Re: [PATCH v5 7/8] mm: Only IPI CPUs to drain local pages if they exist

Andrew Morton <akpm@xxxxxxxxxxxxxxxxxxxx> · Thu, 5 Jan 2012 15:19:19 -0800

On Thu, 5 Jan 2012 22:31:06 +0000
Mel Gorman <mel@xxxxxxxxx> wrote:

> On Thu, Jan 05, 2012 at 02:06:45PM -0800, Andrew Morton wrote:
> > On Thu, 5 Jan 2012 16:17:39 +0000
> > Mel Gorman <mel@xxxxxxxxx> wrote:
> > 
> > > mm: page allocator: Guard against CPUs going offline while draining per-cpu page lists
> > > 
> > > While running a CPU hotplug stress test under memory pressure, I
> > > saw cases where under enough stress the machine would halt although
> > > it required a machine with 8 cores and plenty memory. I think the
> > > problems may be related.
> > 
> > When we first implemented them, the percpu pages in the page allocator
> > were of really really marginal benefit.  I didn't merge the patches at
> > all for several cycles, and it was eventually a 49/51 decision.
> > 
> > So I suggest that our approach to solving this particular problem
> > should be to nuke the whole thing, then see if that caused any
> > observeable problems.  If it did, can we solve those problems by means
> > other than bringing the dang things back?
> > 
> 
> Sounds drastic.

Wrong thinking ;)

Simplifying the code should always be the initial proposal.  Adding
more complexity on top is the worst-case when-all-else-failed option. 
Yet we so often reach for that option first :(

> It would be less controversial to replace this patch
> with a version that calls get_online_cpu() in drain_all_pages() but
> remove the call to drain_all_pages() call from the page allocator on
> the grounds it is not safe against CPU hotplug and to hell with the
> slightly elevated allocation failure rates and stalls. That would avoid
> the try_get_online_cpus() crappiness and be less complex.

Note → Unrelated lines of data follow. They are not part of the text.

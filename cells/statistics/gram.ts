// Sums over rows: X'WX and X's of a basis, with factors by cell. Rows go in blocks small enough for the nearest cache, blocks in a fixed number of
// chunks, and the chunks' sums are added in a fixed tree, so that the same numbers come out whoever adds them. Then the solving: the block
// of the largest factor is diagonal and eliminated first, so that many levels cost no more than few.

import type { Cells, Shape } from "./basis.ts"

/** Rows taken together: their part of the columns stays in the nearest cache. */
export const blockRows = 96

/** Where each sum has its place in one flat array. */
export class Layout {
  readonly shape: Shape
  /** Columns without factor. */
  readonly plain: number
  readonly gramAt: number
  readonly blocksAt: readonly { readonly score: number; readonly diagonal: number; readonly cross: number }[]
  /** For blocks b > c at b(b − 1)/2 + c. */
  readonly pairsAt: readonly number[]
  readonly length: number
  readonly chunks: number
  /** Basis columns outside the eliminated block, and inside. */
  readonly rest: number
  readonly last: number

  constructor(shape: Shape) {
    this.shape = shape
    const P = shape.plain.length
    this.plain = P
    let at = P
    this.gramAt = at
    at += (P * (P + 1)) / 2
    this.blocksAt = shape.blocks.map(({ count }) => {
      const place = { score: at, diagonal: at + count, cross: at + 2 * count }
      at += count * (2 + P)
      return place
    })
    const pairs: number[] = []
    shape.blocks.forEach((block, b) => {
      for (let c = 0; c < b; c++) {
        pairs.push(at)
        at += block.count * (shape.blocks[c] as Cells).count
      }
    })
    this.pairsAt = pairs
    this.length = at
    // Chunks are worth their adding up only while each has more rows than there are sums; the number depends on the data alone.
    this.chunks = Math.max(1, Math.min(64, Math.floor(shape.rows / Math.max(blockRows, at / Math.max(4, P)))))
    const block = shape.eliminated >= 0 ? shape.blocks[shape.eliminated] : undefined
    let last = 0
    if (block?.only) for (const column of block.only) if (column >= 0) last++
    this.last = last
    this.rest = shape.size - last
  }

  /** First row of a chunk. */
  chunkStart(chunk: number): number {
    return Math.floor((this.shape.rows * chunk) / this.chunks)
  }
}

/**
 * Adds the rows from … to of Σ w·xx' and Σ s·x to `sums`.
 * @param w, s     weight and score of each row of the whole
 * @param scratch  at least blockRows·(blocks + 1) numbers
 */
export function addRows(
  layout: Layout,
  from: number,
  to: number,
  w: Float64Array,
  s: Float64Array,
  sums: Float64Array,
  scratch: Float64Array,
): void {
  for (let low = from; low < to; low += blockRows) addBlock(layout, low, Math.min(to, low + blockRows), w, s, sums, scratch)
}

/** Adds the rows from … to of Σ s·x alone. */
function addScores(layout: Layout, from: number, to: number, s: Float64Array, sums: Float64Array): void {
  const { plain, blocks } = layout.shape
  for (let low = from; low < to; low += blockRows) {
    const high = Math.min(to, low + blockRows)
    for (let i = 0; i < plain.length; i++) {
      const x = plain[i] as Float64Array | null
      let sum = 0
      if (x === null) for (let row = low; row < high; row++) sum += s[row] as number
      else for (let row = low; row < high; row++) sum += (s[row] as number) * (x[row] as number)
      sums[i] = (sums[i] as number) + sum
    }
    for (let b = 0; b < blocks.length; b++) {
      const { cells, multiplier } = blocks[b] as Cells
      const { score } = layout.blocksAt[b] as { score: number }
      for (let row = low; row < high; row++) {
        const at = score + (cells[row] as number)
        sums[at] = (sums[at] as number) + (multiplier === null ? (s[row] as number) : (s[row] as number) * (multiplier[row] as number))
      }
    }
  }
}

function addBlock(
  layout: Layout,
  from: number,
  to: number,
  w: Float64Array,
  s: Float64Array,
  sums: Float64Array,
  scratch: Float64Array,
): void {
  const { plain, blocks } = layout.shape
  const P = plain.length
  const m = to - from
  let g = layout.gramAt
  for (let i = 0; i < P; i++) {
    const x = plain[i] as Float64Array | null
    let score = 0
    if (x === null) {
      for (let k = 0; k < m; k++) {
        scratch[k] = w[from + k] as number
        score += s[from + k] as number
      }
    } else {
      for (let k = 0; k < m; k++) {
        const v = x[from + k] as number
        scratch[k] = (w[from + k] as number) * v
        score += (s[from + k] as number) * v
      }
    }
    sums[i] = (sums[i] as number) + score
    let j = 0
    // A constant among the columns is the first; its product with a column is the sum of the weighted column.
    if (j <= i && plain[0] === null) {
      let sum = 0
      for (let k = 0; k < m; k++) sum += scratch[k] as number
      sums[g] = (sums[g] as number) + sum
      j = 1
    }
    for (; j + 3 <= i; j += 4) {
      const a = plain[j] as Float64Array
      const b = plain[j + 1] as Float64Array
      const c = plain[j + 2] as Float64Array
      const d = plain[j + 3] as Float64Array
      let sa = 0
      let sb = 0
      let sc = 0
      let sd = 0
      for (let k = 0; k < m; k++) {
        const t = scratch[k] as number
        const row = from + k
        sa += t * (a[row] as number)
        sb += t * (b[row] as number)
        sc += t * (c[row] as number)
        sd += t * (d[row] as number)
      }
      sums[g + j] = (sums[g + j] as number) + sa
      sums[g + j + 1] = (sums[g + j + 1] as number) + sb
      sums[g + j + 2] = (sums[g + j + 2] as number) + sc
      sums[g + j + 3] = (sums[g + j + 3] as number) + sd
    }
    for (; j <= i; j++) {
      const a = plain[j] as Float64Array
      let sum = 0
      for (let k = 0; k < m; k++) sum += (scratch[k] as number) * (a[from + k] as number)
      sums[g + j] = (sums[g + j] as number) + sum
    }
    g += i + 1
  }
  if (blocks.length === 0) return
  let pair = 0
  for (let b = 0; b < blocks.length; b++) {
    const { cells, multiplier, count } = blocks[b] as Cells
    const { score, diagonal, cross } = layout.blocksAt[b] as { score: number; diagonal: number; cross: number }
    const own = (b + 1) * blockRows
    for (let k = 0; k < m; k++) {
      const row = from + k
      const cell = cells[row] as number
      const times = multiplier === null ? 1 : (multiplier[row] as number)
      const weighted = (w[row] as number) * times
      scratch[own + k] = weighted
      sums[score + cell] = (sums[score + cell] as number) + (s[row] as number) * times
      sums[diagonal + cell] = (sums[diagonal + cell] as number) + weighted * times
    }
    // Crossed with the plain columns, a column at a time: the sums of one column lie together.
    for (let j = 0; j < P; j++) {
      const x = plain[j] as Float64Array | null
      const base = cross + j * count
      if (x === null) {
        for (let k = 0; k < m; k++) {
          const at = base + (cells[from + k] as number)
          sums[at] = (sums[at] as number) + (scratch[own + k] as number)
        }
      } else {
        for (let k = 0; k < m; k++) {
          const at = base + (cells[from + k] as number)
          sums[at] = (sums[at] as number) + (scratch[own + k] as number) * (x[from + k] as number)
        }
      }
    }
    for (let c = 0; c < b; c++) {
      const other = blocks[c] as Cells
      const base = layout.pairsAt[pair++] as number
      for (let k = 0; k < m; k++) {
        const row = from + k
        const at = base + (cells[row] as number) * other.count + (other.cells[row] as number)
        const times = other.multiplier === null ? 1 : (other.multiplier[row] as number)
        sums[at] = (sums[at] as number) + (scratch[own + k] as number) * times
      }
    }
  }
}

/** All sums of a basis at once, for designs and tests; the fitting loop goes chunk by chunk so that it can be interrupted. */
export function rangeSums(layout: Layout, w: Float64Array, s: Float64Array): Float64Array {
  const tree = new SumTree(layout.length)
  const scratch = new Float64Array(blockRows * (layout.shape.blocks.length + 1))
  for (let chunk = 0; chunk < layout.chunks; chunk++) {
    addRows(layout, layout.chunkStart(chunk), layout.chunkStart(chunk + 1), w, s, tree.next(), scratch)
    tree.push()
  }
  return tree.total().slice()
}

/** The same with pauses: `due` counts nanoseconds of work, `rest` pauses. */
export async function pacedSums(
  layout: Layout,
  w: Float64Array,
  s: Float64Array,
  pace: { due(work: number): boolean; rest(): Promise<void> },
): Promise<Float64Array> {
  const tree = new SumTree(layout.length)
  const scratch = new Float64Array(blockRows * (layout.shape.blocks.length + 1))
  const workOfRow = 10 + layout.plain * layout.plain + layout.shape.blocks.length * 10
  for (let chunk = 0; chunk < layout.chunks; chunk++) {
    const [from, to] = [layout.chunkStart(chunk), layout.chunkStart(chunk + 1)]
    addRows(layout, from, to, w, s, tree.next(), scratch)
    tree.push()
    if (pace.due((to - from) * workOfRow)) await pace.rest()
  }
  return tree.total().slice()
}

/** X's alone, over the basis. */
export function scoreSums(layout: Layout, s: Float64Array): Float64Array {
  const tree = new SumTree(layout.length)
  for (let chunk = 0; chunk < layout.chunks; chunk++) {
    addScores(layout, layout.chunkStart(chunk), layout.chunkStart(chunk + 1), s, tree.next())
    tree.push()
  }
  return scoreOf(layout, tree.total())
}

If we can come up with a reasonably simple patch which improves or even
fixes the problem then I suppose there is some value in that, as it
provides users of earlier kernels with something to backport if they
hit problems.

But the social downside of that is that everyone would shuffle off
towards other bright and shiny things and we'd be stuck with more
complexity piled on top of dubiously beneficial code.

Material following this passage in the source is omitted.